Stored data:
>>

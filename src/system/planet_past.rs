//! One planet carried along its star's life.

use super::history::star_point;
use super::moment::{PlanetMoment, PlanetState};
use super::specification::PlanetSpecification;
use crate::physics::planet::bulk::{escape_speed_km_s, gravity_m_s2, jeans_parameter};
use crate::physics::planet::climate::ClimateTables;
use crate::physics::planet::deep_time::InnerHeat;
use crate::physics::planet::history::SurfaceTemperature;
use crate::physics::planet::tides::Spin;
use crate::physics::planet::{
    ClimateState, OrbitEnd, OrbitInput, OutOfRange, PlanetHistory, PlanetInput, PlanetMoment as Reading, StarPoint,
    escape, irradiation, transit,
};
use crate::physics::star::StarState;
use crate::units::constants::SOLAR_CONSTANT_W_M2;

/// Freezing point of water at 1 bar, K. Common practice.
pub const FREEZING_K: f64 = 273.15;
/// Boiling point of water at 1 bar, K. Common practice.
pub const BOILING_K: f64 = 373.15;

/// Temperature of the upper air for the Jeans parameters, K: that of the Earth's exosphere under a middling Sun. Recalled.
const UPPER_AIR_K: f64 = 1000.0;
/// Masses of a hydrogen atom and of a nitrogen molecule over the proton's. IUPAC 2021 standard atomic weights.
const HYDROGEN_ATOM: f64 = 1.0007;
const NITROGEN_MOLECULE: f64 = 27.81;

/// A planet with its whole history: orbit, climate, water, rotation, air.
#[derive(Debug)]
pub struct PlanetPast {
    specification: PlanetSpecification,
    history: PlanetHistory,
}

impl PlanetPast {
    /// Carries a planet along the star's nodes; thresholds of its climate are taken from `tables` and kept there.
    ///
    /// # Errors
    /// [`OutOfRange`] for a planet outside what can be walked, which the limits of a checked system exclude.
    pub fn walk(
        specification: PlanetSpecification,
        points: &[StarPoint],
        tables: &mut ClimateTables,
    ) -> Result<Self, OutOfRange> {
        let history = PlanetHistory::walk_with(&input(&specification), points, tables)?;
        Ok(Self { specification, history })
    }

    /// The planet's inputs.
    #[must_use]
    pub fn specification(&self) -> &PlanetSpecification {
        &self.specification
    }

    /// Everything that has memory, as it was walked.
    #[must_use]
    pub fn history(&self) -> &PlanetHistory {
        &self.history
    }

    /// When and how the orbit ends, if it does.
    #[must_use]
    pub fn end(&self) -> Option<(f64, OrbitEnd)> {
        self.history.orbit().end()
    }

    /// The mean surface temperature under the greenhouse that the user holds, K, for a star at an age: what a planet
    /// without a climate of its own has. `None` after the end of the orbit and beside a star whose light is not known.
    #[must_use]
    pub fn held_surface_k(&self, star: &StarState) -> Option<f64> {
        let place = self.history.orbit().at(star.age_yr).filter(|_| !star.phase.is_dark())?;
        let planet = &self.specification;
        let insolation = irradiation::orbit_mean_insolation_earth(
            star.luminosity_lsun,
            place.semi_major_axis_au,
            place.eccentricity,
        )
        .ok()?;
        let from_star_k = irradiation::equilibrium_temperature_k(
            insolation * SOLAR_CONSTANT_W_M2,
            planet.bond_albedo,
            planet.redistribution.factor(),
            planet.emissivity,
        );
        let equilibrium_k = floor_k(from_star_k.ok()?, star.age_yr)?;
        planet.greenhouse.surface_temperature_k(equilibrium_k).ok()
    }

    /// Whether the surface at an age answers to the climate model rather than to a greenhouse that is held.
    #[must_use]
    pub fn has_climate_at(&self, age_yr: f64) -> bool {
        self.history.climate_state_at(age_yr).is_some_and(|state| state != ClimateState::Dry)
    }

    /// The orbit under every assumption on tides at an age: least and greatest semi-major axis, au, of those that
    /// still have the planet on an orbit.
    #[must_use]
    pub fn orbit_range_au(&self, age_yr: f64) -> Option<[f64; 2]> {
        let histories =
            [self.history.orbit(), self.history.orbit_without_tides(), self.history.orbit_by_second_opinion()];
        histories.into_iter().filter_map(|orbit| orbit.semi_major_axis_au_at(age_yr)).fold(None, |range, axis_au| {
            let [low, high] = range.unwrap_or([axis_au, axis_au]);
            Some([low.min(axis_au), high.max(axis_au)])
        })
    }

    /// The planet's state at an age for the star's state at that age.
    #[must_use]
    pub fn moment(&self, time_yr: f64, star: &StarState) -> PlanetMoment {
        let mut moment = PlanetMoment::nothing(self.specification.name.clone());
        if !matches!(self.end(), Some((end_yr, end)) if end != OrbitEnd::Unbound && time_yr >= end_yr) {
            self.fill_body(&mut moment);
        }
        // The walk has accepted every node, so a star between two of them is accepted too.
        match (self.history.at(&star_point(star, false)).ok().flatten(), self.end()) {
            (Some(reading), _) => self.fill(&mut moment, &reading, star),
            (None, Some((_, OrbitEnd::Unbound))) => {
                moment.state = PlanetState::Unbound;
                moment.equilibrium_temperature_k = Some(0.0);
                moment.surface_temperature_k = floor_k(0.0, time_yr);
                moment.insolation_earth = Some(0.0);
            }
            (None, Some((_, OrbitEnd::TornApart))) => moment.state = PlanetState::TornApart,
            (None, Some((_, OrbitEnd::Engulfed))) => moment.state = PlanetState::Engulfed,
            (None, None) => {}
        }
        moment
    }

    /// What mass and radius alone decide.
    fn fill_body(&self, moment: &mut PlanetMoment) {
        let (mass_mearth, radius_rearth) = (self.specification.mass_mearth, self.specification.radius_rearth);
        let jeans = |molecular_mass| jeans_parameter(mass_mearth, radius_rearth, molecular_mass, UPPER_AIR_K).ok();
        moment.surface_gravity_m_s2 = gravity_m_s2(mass_mearth, radius_rearth).ok();
        moment.escape_speed_km_s = escape_speed_km_s(mass_mearth, radius_rearth).ok();
        moment.jeans_hydrogen_ratio = jeans(HYDROGEN_ATOM);
        moment.jeans_nitrogen_ratio = jeans(NITROGEN_MOLECULE);
    }

    fn fill(&self, moment: &mut PlanetMoment, reading: &Reading, star: &StarState) {
        moment.semi_major_axis_au = Some(reading.semi_major_axis_au);
        moment.eccentricity = Some(reading.eccentricity);
        moment.period_yr = Some(reading.period_yr);
        moment.star_angular_diameter_deg =
            transit::angular_diameter_deg(star.radius_rsun, reading.semi_major_axis_au).ok();
        moment.lock = Some(reading.lock);
        moment.orbit_caution = self.history.orbit_caution();
        if star.phase.is_dark() {
            return;
        }
        moment.insolation_earth = Some(reading.mean_insolation_earth);
        moment.equilibrium_temperature_k = Some(reading.equilibrium_temperature_k);
        moment.zone = Some(reading.zone);
        moment.high_energy_w_m2 = reading.high_energy_w_m2;
        moment.shoreline_ratio = Some(reading.shoreline_ratio);
        moment.surface_caution = reading.surface_caution;
        match reading.surface {
            SurfaceTemperature::Known(surface_k) => moment.surface_temperature_k = Some(surface_k),
            SurfaceTemperature::HotterThan(bound_k) => moment.surface_hotter_than_k = Some(bound_k),
        }
        if let Some(climate) = &reading.climate {
            moment.water_oceans = Some(climate.water_oceans);
            moment.ice_fraction = climate.ice_fraction;
            moment.ice_line_deg = climate.ice_line_deg;
            moment.equator_pole_k = climate.equator_pole_k;
            moment.carbon_dioxide_bar = climate.carbon_dioxide_bar;
            moment.planetary_albedo = climate.planetary_albedo;
        }
        moment.state = match (reading.climate.as_ref().map(|climate| climate.state), reading.surface.value_k()) {
            (Some(ClimateState::Frozen), _) => PlanetState::Frozen,
            (Some(ClimateState::Temperate), _) => PlanetState::Temperate,
            (Some(ClimateState::Moist), _) => PlanetState::Moist,
            (Some(ClimateState::Runaway), _) => PlanetState::Runaway,
            (Some(ClimateState::Dry), _) => PlanetState::Dry,
            (None, surface_k) if surface_k < FREEZING_K => PlanetState::Frozen,
            (None, surface_k) if surface_k <= BOILING_K => PlanetState::Temperate,
            (None, _) => PlanetState::TooHot,
        };
    }
}

/// The planet as physics takes it: what nobody is asked about has its usual value.
fn input(planet: &PlanetSpecification) -> PlanetInput {
    let spin = Spin::usual(planet.mass_mearth);
    PlanetInput {
        orbit: OrbitInput {
            semi_major_axis_au: planet.semi_major_axis_au,
            eccentricity: planet.eccentricity,
            mass_mearth: planet.mass_mearth,
            radius_rearth: planet.radius_rearth,
        },
        bond_albedo: planet.bond_albedo,
        emissivity: planet.emissivity,
        redistribution: planet.redistribution,
        greenhouse: planet.greenhouse,
        inner_heat: InnerHeat::default(),
        water: planet.water.map(|water| water.world()),
        spin: Spin { initial_day_h: planet.initial_day_h.unwrap_or(spin.initial_day_h), ..spin },
        tides: planet.tides.tides(planet.mass_mearth),
        escape_efficiency: escape::USUAL_EFFICIENCY,
    }
}

/// Adds inner heat and the cosmic background.
fn floor_k(from_star_k: f64, time_yr: f64) -> Option<f64> {
    InnerHeat::default().with_floor_k(from_star_k, time_yr).ok()
}
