// Types and features of bonds: what the typed model sees of a structure, and what it refuses by name. Constitution is
// textbook knowledge; the names are those printed by the table's models.
#include <gtest/gtest.h>

#include <map>
#include <set>

#include "bonds/analysis.hpp"
#include "bonds/features.hpp"
#include "bonds/heavy_type.hpp"
#include "bonds/locate.hpp"
#include "structure_read.hpp"

namespace halostep {
namespace {

using Counts = std::map<std::string, double>;

SiteFeatures features_of(const Molecule& m, int atom) { return site_features(m, environment(m), atom); }

Counts named(const SiteFeatures& f) {
  Counts out;
  for (const auto& c : f.features) out[std::string(feature_names()[static_cast<std::size_t>(c.feature)])] = c.count;
  return out;
}

struct Site {
  const char* smiles;
  int atom;
  const char* type;
  Counts features;
};

void expect_sites(const std::vector<Site>& sites) {
  for (const auto& s : sites) {
    const Molecule m = read(s.smiles);
    EXPECT_EQ(site_type(m, environment(m), s.atom), s.type) << s.smiles << " atom " << s.atom;
    const auto f = features_of(m, s.atom);
    EXPECT_EQ(f.not_covered, nullptr) << s.smiles;
    EXPECT_EQ(named(f), s.features) << s.smiles << " atom " << s.atom;
  }
}

TEST(SiteType, Alkanes) {
  const std::string base = "base: C-H, sp3", first = "first substituent", pair = "pair alkyl,alkyl";
  expect_sites(
      {{"C", 0, "methane C-H", {{base, 1}}},
       {"CC", 0, "primary C-H", {{base, 1}, {first, 1}, {"alkyl", 1}}},
       {"CCC", 1, "secondary C-H", {{base, 1}, {first, 1}, {"alkyl", 2}, {pair, 1}}},
       {"CC(C)C", 1, "tertiary C-H", {{base, 1}, {first, 1}, {"alkyl", 3}, {pair, 3}}},
       {"CC(C)C", 0, "primary C-H", {{base, 1}, {first, 1}, {"alkyl", 1}}},
       {"CC(C)(C)C", 0, "primary C-H", {{base, 1}, {first, 1}, {"alkyl", 1}, {"beta branching", 1}}},
       {"CC(C)(C)CC", 4, "secondary C-H", {{base, 1}, {first, 1}, {"alkyl", 2}, {pair, 1}, {"beta branching", 1}}}});
}

TEST(SiteType, Rings) {
  const Counts secondary = {{"base: C-H, sp3", 1}, {"first substituent", 1}, {"alkyl", 2}, {"pair alkyl,alkyl", 1}};
  const auto with = [](Counts c, const char* name) {
    c[name] = 1;
    return c;
  };
  Counts tertiary = secondary;
  tertiary["alkyl"] = 3;
  tertiary["pair alkyl,alkyl"] = 3;
  expect_sites({{"C1CC1", 0, "cyclopropyl C-H", with(secondary, "three-membered ring")},
                {"C1CCC1", 0, "cyclobutyl C-H", with(secondary, "four-membered ring")},
                {"C1CCCC1", 0, "secondary C-H", with(secondary, "five-membered ring")},
                {"C1CCCCC1", 0, "secondary C-H", secondary},
                {"C1CCCCCC1", 0, "secondary C-H", secondary},
                {"C1CCCCCCCCCCC1", 0, "secondary C-H", secondary},
                // Fused rings flatten; only bridged ones cannot.
                {"C1CCC2CCCCC2C1", 3, "tertiary C-H", tertiary},
                {"C1CC2CCCC2C1", 2, "tertiary C-H", with(tertiary, "five-membered ring")},
                {"C1CC2CCC1C2", 2, "bridgehead C-H", with(tertiary, "bridgehead in a ring of five or less")},
                {"C1CC2CCC1CC2", 2, "bridgehead C-H", with(tertiary, "bridgehead in a ring of six or more")},
                {"C1C2CC3CC1CC(C2)C3", 1, "bridgehead C-H", with(tertiary, "bridgehead in a ring of six or more")},
                {"CC1CCCCC1", 1, "tertiary C-H", tertiary}});
}

TEST(SiteType, Conjugated) {
  const std::string base = "base: C-H, sp3", first = "first substituent";
  expect_sites({{"Cc1ccccc1", 0, "benzylic C-H, primary", {{base, 1}, {first, 1}, {"aryl", 1}}},
                {"CCc1ccccc1",
                 1,
                 "benzylic C-H, secondary",
                 {{base, 1}, {first, 1}, {"aryl", 1}, {"alkyl", 1}, {"pair conjugating,alkyl", 1}}},
                {"c1ccccc1Cc1ccccc1",
                 6,
                 "benzylic C-H, secondary",
                 {{base, 1}, {first, 1}, {"aryl", 2}, {"pair of C=C, aryl, C#C, or of one with N/S", 1}, {"pair aryl,aryl or C=C or C=O, free to twist", 1}}},
                {"CC=C", 0, "allylic C-H, primary", {{base, 1}, {first, 1}, {"vinyl", 1}}},
                {"CC=CC",
                 0,
                 "allylic C-H, primary",
                 {{base, 1}, {first, 1}, {"vinyl", 1}, {"alkyl on the far end of the allyl system", 1}}},
                {"CC(C)=C",
                 0,
                 "allylic C-H, primary",
                 {{base, 1}, {first, 1}, {"vinyl", 1}, {"alkyl on the middle of the allyl system", 1}}},
                {"C=CCC=C",
                 2,
                 "allylic C-H, secondary",
                 {{base, 1}, {first, 1}, {"vinyl", 2}, {"pair of C=C, aryl, C#C, or of one with N/S", 1}}},
                {"CC#C", 0, "propargylic C-H, primary", {{base, 1}, {first, 1}, {"alkynyl", 1}}},
                {"CC=O", 0, "C-H alpha to C=O", {{base, 1}, {first, 1}, {"acyl", 1}}},
                {"CC(=O)OC", 0, "C-H alpha to C=O", {{base, 1}, {first, 1}, {"acyl", 1}, {"carboxyl, beyond acyl", 1}}},
                {"CC#N", 0, "C-H alpha to CN", {{base, 1}, {first, 1}, {"cyano", 1}}},
                {"C[N+](=O)[O-]", 0, "C-H alpha to N", {{base, 1}, {first, 1}, {"nitro", 1}}}});
}

TEST(SiteType, HeteroatomsAndHalogens) {
  const std::string base = "base: C-H, sp3", first = "first substituent";
  expect_sites(
      {{"C1CCOC1",
        2,
        "C-H alpha to O",
        {{base, 1}, {first, 1}, {"O", 1}, {"alkyl", 1}, {"pair donor,alkyl", 1}, {"five-membered ring", 1}}},
       {"C1CCOC1",
        1,
        "secondary C-H",
        {{base, 1}, {first, 1}, {"alkyl", 2}, {"pair alkyl,alkyl", 1}, {"beta O/N", 1}, {"five-membered ring", 1}}},
       {"CC(=O)OC", 4, "C-H alpha to O", {{base, 1}, {first, 1}, {"O", 1}, {"O-acyl, beyond O", 1}}},
       {"CO[N+](=O)[O-]", 0, "C-H alpha to O", {{base, 1}, {first, 1}, {"O", 1}, {"O-nitro, beyond O", 1}}},
       {"COOC", 0, "C-H alpha to O", {{base, 1}, {first, 1}, {"O", 1}, {"peroxy, beyond O", 1}}},
       {"CNC", 0, "C-H alpha to N", {{base, 1}, {first, 1}, {"N", 1}, {"further alkyl on the N", 1}}},
       {"CNC=O", 0, "C-H alpha to N", {{base, 1}, {first, 1}, {"N", 1}, {"N-acyl, beyond N", 1}}},
       {"CSC", 0, "C-H alpha to S", {{base, 1}, {first, 1}, {"S", 1}}},
       {"CS(C)=O", 0, "C-H alpha to S", {{base, 1}, {first, 1}, {"SO", 1}}},
       {"CS(C)(=O)=O", 0, "C-H alpha to S", {{base, 1}, {first, 1}, {"SO2", 1}}},
       {"ClC(Cl)Cl", 1, "C-H alpha to halogen", {{base, 1}, {first, 1}, {"Cl", 3}, {"pair Cl/Br/I,Cl/Br/I", 3}}},
       {"FC(F)F", 1, "C-H alpha to halogen", {{base, 1}, {first, 1}, {"F", 3}, {"pair F,F", 3}}},
       {"FCCl", 1, "C-H alpha to halogen", {{base, 1}, {first, 1}, {"F", 1}, {"Cl", 1}, {"pair F,Cl/Br/I", 1}}},
       {"CC(F)(F)F", 0, "primary C-H", {{base, 1}, {first, 1}, {"alkyl", 1}, {"beta F", 3}}},
       {"CCCl", 0, "primary C-H", {{base, 1}, {first, 1}, {"alkyl", 1}, {"beta Cl/Br/I", 1}}},
       {"NCC(=O)O",
        1,
        "C-H alpha to C=O",
        {{base, 1}, {first, 1}, {"N", 1}, {"acyl", 1}, {"carboxyl, beyond acyl", 1}, {"pair N/S,conjugating, beyond that", 1}}}});
}

TEST(SiteType, OtherCarbonCentres) {
  expect_sites({{"C=C", 0, "C-H, vinyl", {{"base: C-H, vinyl", 1}}},
                {"CC=C", 1, "C-H, vinyl", {{"base: C-H, vinyl", 1}, {"vinyl C-H: alkyl on the carbon", 1}}},
                {"C=Cc1ccccc1", 1, "C-H, vinyl", {{"base: C-H, vinyl", 1}, {"vinyl C-H: conjugating group on the carbon", 1}}},
                {"FC=C", 1, "C-H, vinyl", {{"base: C-H, vinyl", 1}, {"vinyl C-H: F on the carbon", 1}}},
                {"c1ccccc1", 0, "C-H, aryl", {{"base: C-H, aryl", 1}}},
                {"c1ccoc1", 0, "C-H, aryl", {{"base: C-H, aryl", 1}, {"aryl C-H: five-membered heteroaryl", 1}}},
                {"C#C", 0, "C-H, alkynyl", {{"base: C-H, alkynyl", 1}}},
                {"CC#C", 2, "C-H, alkynyl", {{"base: C-H, alkynyl", 1}, {"alkynyl C-H: alkyl", 1}}},
                {"C=O", 0, "C-H, acyl", {{"base: C-H, acyl", 1}}},
                {"CC=O", 1, "C-H, acyl", {{"base: C-H, acyl", 1}, {"acyl C-H: alkyl", 1}}},
                {"O=CO", 1, "C-H, acyl", {{"base: C-H, acyl", 1}, {"acyl C-H: O/N/F", 1}, {"acyl C-H: O, beyond O/N/F", 1}}},
                {"O=CN(C)C", 1, "C-H, acyl", {{"base: C-H, acyl", 1}, {"acyl C-H: O/N/F", 1}, {"acyl C-H: N, beyond O/N/F", 1}}},
                {"O=Cc1ccccc1", 1, "C-H, acyl", {{"base: C-H, acyl", 1}, {"acyl C-H: conjugating group", 1}}}});
}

<<

**Exercise:**
In the entries above, the lines between the one holding "use crate::physics::planet::history::SurfaceTemperature;" and the one holding "pub const BOILING_K: f64 = 373.15;", inclusive, are to be printed exactly as written, and those alone.

**Exercise solution:**
use crate::physics::planet::history::SurfaceTemperature;
use crate::physics::planet::tides::Spin;
use crate::physics::planet::{
    ClimateState, OrbitEnd, OrbitInput, OutOfRange, PlanetHistory, PlanetInput, PlanetMoment as Reading, StarPoint,
    escape, irradiation, transit,
};
use crate::physics::star::StarState;
use crate::units::constants::SOLAR_CONSTANT_W_M2;

/// Freezing point of water at 1 bar, K. Common practice.
pub const FREEZING_K: f64 = 273.15;
/// Boiling point of water at 1 bar, K. Common practice.
pub const BOILING_K: f64 = 373.15;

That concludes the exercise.